▶ [Action item]: Below are the records; pull every line that includes "settle".

Stored data:
[Start of Attachment]

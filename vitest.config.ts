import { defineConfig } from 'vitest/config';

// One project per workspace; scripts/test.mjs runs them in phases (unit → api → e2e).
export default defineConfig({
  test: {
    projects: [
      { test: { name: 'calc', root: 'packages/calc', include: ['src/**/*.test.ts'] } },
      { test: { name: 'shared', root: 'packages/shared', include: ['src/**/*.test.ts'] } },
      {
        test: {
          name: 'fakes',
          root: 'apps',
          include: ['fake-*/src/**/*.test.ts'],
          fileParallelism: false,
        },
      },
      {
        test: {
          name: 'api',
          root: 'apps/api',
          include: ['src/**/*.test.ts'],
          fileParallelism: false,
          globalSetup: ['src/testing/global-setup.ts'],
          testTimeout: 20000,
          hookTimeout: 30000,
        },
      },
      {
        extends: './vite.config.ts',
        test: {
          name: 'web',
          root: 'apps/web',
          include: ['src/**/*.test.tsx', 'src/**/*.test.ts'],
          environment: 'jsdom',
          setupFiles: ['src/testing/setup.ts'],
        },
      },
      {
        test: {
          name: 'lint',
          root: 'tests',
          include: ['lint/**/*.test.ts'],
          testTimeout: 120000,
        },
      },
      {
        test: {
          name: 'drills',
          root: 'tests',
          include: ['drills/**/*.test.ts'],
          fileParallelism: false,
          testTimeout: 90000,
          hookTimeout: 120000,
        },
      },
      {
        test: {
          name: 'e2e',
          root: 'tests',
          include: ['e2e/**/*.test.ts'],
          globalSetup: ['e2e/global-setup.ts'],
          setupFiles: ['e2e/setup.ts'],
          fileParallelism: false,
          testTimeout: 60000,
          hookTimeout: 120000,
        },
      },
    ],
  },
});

[End of Attachment]
[Start of Attachment]

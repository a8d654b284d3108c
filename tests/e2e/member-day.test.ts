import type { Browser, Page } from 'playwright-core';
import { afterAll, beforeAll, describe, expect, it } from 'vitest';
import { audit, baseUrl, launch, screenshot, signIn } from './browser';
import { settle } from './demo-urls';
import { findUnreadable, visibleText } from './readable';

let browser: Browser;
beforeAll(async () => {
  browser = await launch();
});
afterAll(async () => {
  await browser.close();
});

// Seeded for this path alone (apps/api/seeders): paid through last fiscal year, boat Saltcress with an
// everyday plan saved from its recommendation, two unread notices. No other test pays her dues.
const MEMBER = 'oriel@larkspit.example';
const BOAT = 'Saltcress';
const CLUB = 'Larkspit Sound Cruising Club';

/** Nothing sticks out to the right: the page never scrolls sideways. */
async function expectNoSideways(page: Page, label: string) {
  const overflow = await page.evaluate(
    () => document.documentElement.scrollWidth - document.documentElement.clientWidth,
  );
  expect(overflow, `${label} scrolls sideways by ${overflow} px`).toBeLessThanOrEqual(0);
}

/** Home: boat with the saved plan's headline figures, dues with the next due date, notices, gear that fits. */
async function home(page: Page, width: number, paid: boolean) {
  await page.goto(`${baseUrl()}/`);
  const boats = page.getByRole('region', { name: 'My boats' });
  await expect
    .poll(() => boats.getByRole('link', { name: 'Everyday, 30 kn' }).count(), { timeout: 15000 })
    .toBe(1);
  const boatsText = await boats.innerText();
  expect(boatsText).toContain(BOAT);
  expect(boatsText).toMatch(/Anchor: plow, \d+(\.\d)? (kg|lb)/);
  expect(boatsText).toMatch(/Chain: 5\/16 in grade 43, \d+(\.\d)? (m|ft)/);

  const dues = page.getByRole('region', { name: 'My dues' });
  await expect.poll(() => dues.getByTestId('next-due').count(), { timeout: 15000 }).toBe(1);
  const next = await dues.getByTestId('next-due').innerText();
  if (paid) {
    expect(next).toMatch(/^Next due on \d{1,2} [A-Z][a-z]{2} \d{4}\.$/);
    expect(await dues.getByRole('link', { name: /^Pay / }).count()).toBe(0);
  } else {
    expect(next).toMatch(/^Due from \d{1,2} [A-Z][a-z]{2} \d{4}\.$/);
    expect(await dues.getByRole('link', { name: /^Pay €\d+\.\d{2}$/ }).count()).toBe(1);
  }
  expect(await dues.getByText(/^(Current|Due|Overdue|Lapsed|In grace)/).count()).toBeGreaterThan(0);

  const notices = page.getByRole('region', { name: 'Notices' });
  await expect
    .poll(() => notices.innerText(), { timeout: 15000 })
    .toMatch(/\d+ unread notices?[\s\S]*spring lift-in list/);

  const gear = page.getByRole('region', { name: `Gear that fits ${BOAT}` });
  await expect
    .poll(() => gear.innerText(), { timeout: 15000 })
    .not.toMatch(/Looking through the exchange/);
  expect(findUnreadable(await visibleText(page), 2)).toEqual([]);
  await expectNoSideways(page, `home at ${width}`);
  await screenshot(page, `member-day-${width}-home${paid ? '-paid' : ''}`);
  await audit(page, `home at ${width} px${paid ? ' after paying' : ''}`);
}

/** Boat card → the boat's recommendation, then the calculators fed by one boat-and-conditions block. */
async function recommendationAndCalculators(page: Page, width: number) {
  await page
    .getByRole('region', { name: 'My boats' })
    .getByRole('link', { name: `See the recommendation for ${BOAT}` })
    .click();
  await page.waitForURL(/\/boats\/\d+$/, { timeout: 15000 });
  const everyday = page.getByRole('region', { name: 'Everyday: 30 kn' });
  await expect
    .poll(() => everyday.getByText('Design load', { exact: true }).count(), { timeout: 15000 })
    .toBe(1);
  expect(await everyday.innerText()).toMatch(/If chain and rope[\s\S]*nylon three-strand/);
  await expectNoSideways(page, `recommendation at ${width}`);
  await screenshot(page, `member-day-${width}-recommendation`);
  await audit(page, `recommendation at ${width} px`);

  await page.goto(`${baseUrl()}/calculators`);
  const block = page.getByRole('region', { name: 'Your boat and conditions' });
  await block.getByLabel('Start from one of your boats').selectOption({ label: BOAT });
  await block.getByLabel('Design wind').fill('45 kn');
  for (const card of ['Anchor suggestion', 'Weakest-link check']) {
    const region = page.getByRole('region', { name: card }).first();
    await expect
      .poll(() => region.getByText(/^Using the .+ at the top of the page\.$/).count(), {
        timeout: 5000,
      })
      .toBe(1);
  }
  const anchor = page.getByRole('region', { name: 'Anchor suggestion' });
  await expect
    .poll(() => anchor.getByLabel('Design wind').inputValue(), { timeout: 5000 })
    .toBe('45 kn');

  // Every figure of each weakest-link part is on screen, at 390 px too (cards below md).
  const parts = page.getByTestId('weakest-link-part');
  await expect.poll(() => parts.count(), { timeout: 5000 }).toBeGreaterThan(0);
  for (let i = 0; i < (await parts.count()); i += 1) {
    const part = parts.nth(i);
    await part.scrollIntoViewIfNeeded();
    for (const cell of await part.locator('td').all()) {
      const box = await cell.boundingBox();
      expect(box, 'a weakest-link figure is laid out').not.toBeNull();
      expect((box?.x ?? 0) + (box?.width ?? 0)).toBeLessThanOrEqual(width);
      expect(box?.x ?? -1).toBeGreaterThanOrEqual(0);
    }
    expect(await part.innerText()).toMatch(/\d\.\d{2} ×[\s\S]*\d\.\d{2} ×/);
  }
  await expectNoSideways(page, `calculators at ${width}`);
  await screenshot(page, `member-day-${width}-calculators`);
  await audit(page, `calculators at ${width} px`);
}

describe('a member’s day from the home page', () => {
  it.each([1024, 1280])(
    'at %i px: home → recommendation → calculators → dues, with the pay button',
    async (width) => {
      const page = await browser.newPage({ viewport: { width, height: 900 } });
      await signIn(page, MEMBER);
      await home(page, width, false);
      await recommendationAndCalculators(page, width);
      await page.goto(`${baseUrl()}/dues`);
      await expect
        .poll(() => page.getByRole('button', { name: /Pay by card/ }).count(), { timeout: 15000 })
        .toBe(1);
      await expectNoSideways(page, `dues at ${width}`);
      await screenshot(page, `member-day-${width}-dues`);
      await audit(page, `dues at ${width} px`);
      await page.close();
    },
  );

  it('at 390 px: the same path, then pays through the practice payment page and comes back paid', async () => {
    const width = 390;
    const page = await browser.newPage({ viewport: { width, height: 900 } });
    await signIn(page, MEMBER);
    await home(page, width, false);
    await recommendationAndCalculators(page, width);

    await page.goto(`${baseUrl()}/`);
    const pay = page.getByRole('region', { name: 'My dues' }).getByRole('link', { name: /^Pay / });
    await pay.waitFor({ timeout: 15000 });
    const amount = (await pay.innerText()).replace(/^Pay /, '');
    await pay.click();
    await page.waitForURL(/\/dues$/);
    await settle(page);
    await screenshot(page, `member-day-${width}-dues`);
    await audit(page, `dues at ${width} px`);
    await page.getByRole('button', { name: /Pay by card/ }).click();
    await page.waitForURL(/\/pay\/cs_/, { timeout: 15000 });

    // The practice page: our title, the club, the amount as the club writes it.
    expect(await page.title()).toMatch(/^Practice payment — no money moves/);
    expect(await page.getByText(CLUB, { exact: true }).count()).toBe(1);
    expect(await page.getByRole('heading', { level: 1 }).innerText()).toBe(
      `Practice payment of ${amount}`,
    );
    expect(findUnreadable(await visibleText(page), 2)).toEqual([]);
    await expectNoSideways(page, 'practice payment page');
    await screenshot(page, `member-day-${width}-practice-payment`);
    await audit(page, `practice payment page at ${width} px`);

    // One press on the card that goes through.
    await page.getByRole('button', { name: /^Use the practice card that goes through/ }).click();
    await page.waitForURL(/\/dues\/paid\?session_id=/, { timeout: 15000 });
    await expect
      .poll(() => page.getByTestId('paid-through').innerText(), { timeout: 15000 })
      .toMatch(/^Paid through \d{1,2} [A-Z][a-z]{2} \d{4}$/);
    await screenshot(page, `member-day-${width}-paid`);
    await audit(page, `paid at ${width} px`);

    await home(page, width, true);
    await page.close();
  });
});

[End of Attachment]
[Start of Attachment]

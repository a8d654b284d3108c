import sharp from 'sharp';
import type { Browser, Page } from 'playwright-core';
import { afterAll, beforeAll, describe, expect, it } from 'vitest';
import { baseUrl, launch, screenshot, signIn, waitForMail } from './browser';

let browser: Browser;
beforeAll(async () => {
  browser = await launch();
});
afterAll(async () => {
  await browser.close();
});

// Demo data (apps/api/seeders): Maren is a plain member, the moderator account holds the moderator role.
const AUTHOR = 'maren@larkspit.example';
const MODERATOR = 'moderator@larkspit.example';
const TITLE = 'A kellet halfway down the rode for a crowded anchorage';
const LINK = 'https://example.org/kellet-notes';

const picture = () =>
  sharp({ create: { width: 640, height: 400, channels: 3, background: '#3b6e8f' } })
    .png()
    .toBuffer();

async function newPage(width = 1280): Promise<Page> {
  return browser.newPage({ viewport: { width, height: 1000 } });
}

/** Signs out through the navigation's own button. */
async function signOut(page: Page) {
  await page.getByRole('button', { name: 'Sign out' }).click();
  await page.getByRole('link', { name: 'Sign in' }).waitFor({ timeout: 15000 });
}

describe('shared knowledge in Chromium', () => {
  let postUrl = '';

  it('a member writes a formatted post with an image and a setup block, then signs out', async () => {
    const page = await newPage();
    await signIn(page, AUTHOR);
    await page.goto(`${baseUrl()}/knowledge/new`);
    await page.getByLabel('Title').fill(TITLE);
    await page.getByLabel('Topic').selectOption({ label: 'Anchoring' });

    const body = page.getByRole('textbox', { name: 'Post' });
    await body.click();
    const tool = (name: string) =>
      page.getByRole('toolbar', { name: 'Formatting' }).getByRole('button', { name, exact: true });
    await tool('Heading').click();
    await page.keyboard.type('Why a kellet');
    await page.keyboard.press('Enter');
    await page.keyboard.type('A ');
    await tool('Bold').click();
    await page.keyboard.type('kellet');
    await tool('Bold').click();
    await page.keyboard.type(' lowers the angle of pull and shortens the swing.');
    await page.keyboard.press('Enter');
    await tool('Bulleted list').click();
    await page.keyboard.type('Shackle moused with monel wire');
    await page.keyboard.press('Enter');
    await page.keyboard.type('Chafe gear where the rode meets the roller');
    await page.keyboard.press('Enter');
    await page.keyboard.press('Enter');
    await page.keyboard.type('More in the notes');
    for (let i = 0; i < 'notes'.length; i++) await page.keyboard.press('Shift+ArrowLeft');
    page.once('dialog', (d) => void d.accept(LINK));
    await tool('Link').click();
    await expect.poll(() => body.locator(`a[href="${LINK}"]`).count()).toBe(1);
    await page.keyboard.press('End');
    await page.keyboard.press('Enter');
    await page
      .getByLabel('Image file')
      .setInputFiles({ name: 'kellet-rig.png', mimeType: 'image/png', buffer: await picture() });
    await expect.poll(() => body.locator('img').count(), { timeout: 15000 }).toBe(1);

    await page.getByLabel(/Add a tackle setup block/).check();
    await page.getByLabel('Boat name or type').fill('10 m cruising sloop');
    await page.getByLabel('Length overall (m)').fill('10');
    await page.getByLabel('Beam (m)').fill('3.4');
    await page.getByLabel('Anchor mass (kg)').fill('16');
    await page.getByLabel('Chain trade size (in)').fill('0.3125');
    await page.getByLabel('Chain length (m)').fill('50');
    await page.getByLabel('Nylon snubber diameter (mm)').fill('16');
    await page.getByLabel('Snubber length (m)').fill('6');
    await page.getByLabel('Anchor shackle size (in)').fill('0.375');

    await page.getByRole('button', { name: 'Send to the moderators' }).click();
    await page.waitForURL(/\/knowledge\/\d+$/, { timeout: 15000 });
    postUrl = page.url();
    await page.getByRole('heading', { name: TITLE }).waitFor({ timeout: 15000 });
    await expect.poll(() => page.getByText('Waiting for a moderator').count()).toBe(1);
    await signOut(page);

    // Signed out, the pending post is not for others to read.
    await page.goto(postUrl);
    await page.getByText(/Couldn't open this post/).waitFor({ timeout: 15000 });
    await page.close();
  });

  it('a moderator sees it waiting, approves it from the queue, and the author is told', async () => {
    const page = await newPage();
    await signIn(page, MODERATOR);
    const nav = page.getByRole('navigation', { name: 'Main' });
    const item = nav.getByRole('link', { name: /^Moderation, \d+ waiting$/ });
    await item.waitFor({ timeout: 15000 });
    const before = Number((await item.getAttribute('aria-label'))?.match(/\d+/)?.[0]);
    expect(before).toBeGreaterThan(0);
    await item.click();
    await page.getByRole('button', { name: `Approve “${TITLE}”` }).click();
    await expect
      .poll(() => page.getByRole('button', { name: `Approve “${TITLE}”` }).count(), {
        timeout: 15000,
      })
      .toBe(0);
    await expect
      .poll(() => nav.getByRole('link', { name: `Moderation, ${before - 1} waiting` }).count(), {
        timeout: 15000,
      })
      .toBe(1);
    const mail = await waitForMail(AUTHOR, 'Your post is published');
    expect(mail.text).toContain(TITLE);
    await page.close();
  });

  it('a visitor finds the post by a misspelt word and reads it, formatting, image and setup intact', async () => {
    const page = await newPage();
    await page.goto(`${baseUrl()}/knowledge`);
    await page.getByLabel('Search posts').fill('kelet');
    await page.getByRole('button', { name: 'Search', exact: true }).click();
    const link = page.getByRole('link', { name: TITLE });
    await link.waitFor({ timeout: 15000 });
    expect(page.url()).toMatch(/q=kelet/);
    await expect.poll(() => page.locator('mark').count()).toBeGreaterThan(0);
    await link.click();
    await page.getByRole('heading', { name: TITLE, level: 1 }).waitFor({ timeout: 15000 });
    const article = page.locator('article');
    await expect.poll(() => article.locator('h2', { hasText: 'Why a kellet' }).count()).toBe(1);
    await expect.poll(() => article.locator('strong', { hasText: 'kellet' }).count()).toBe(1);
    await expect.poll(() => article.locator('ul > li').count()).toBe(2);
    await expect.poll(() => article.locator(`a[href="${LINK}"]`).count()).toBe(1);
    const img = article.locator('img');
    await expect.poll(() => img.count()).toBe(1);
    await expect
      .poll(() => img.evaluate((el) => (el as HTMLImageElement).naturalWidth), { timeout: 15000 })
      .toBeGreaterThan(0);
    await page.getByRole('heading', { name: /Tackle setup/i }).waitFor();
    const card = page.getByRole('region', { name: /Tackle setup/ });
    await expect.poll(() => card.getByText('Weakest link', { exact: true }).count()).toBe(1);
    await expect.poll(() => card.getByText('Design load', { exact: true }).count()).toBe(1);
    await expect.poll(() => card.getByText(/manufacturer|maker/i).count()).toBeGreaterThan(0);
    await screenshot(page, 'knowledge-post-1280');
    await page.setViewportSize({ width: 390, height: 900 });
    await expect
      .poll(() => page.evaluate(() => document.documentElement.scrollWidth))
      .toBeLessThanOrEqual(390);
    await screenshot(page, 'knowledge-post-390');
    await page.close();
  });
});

[End of Attachment]

▶ [Worked solution]:
import { settle } from './demo-urls';
    await settle(page);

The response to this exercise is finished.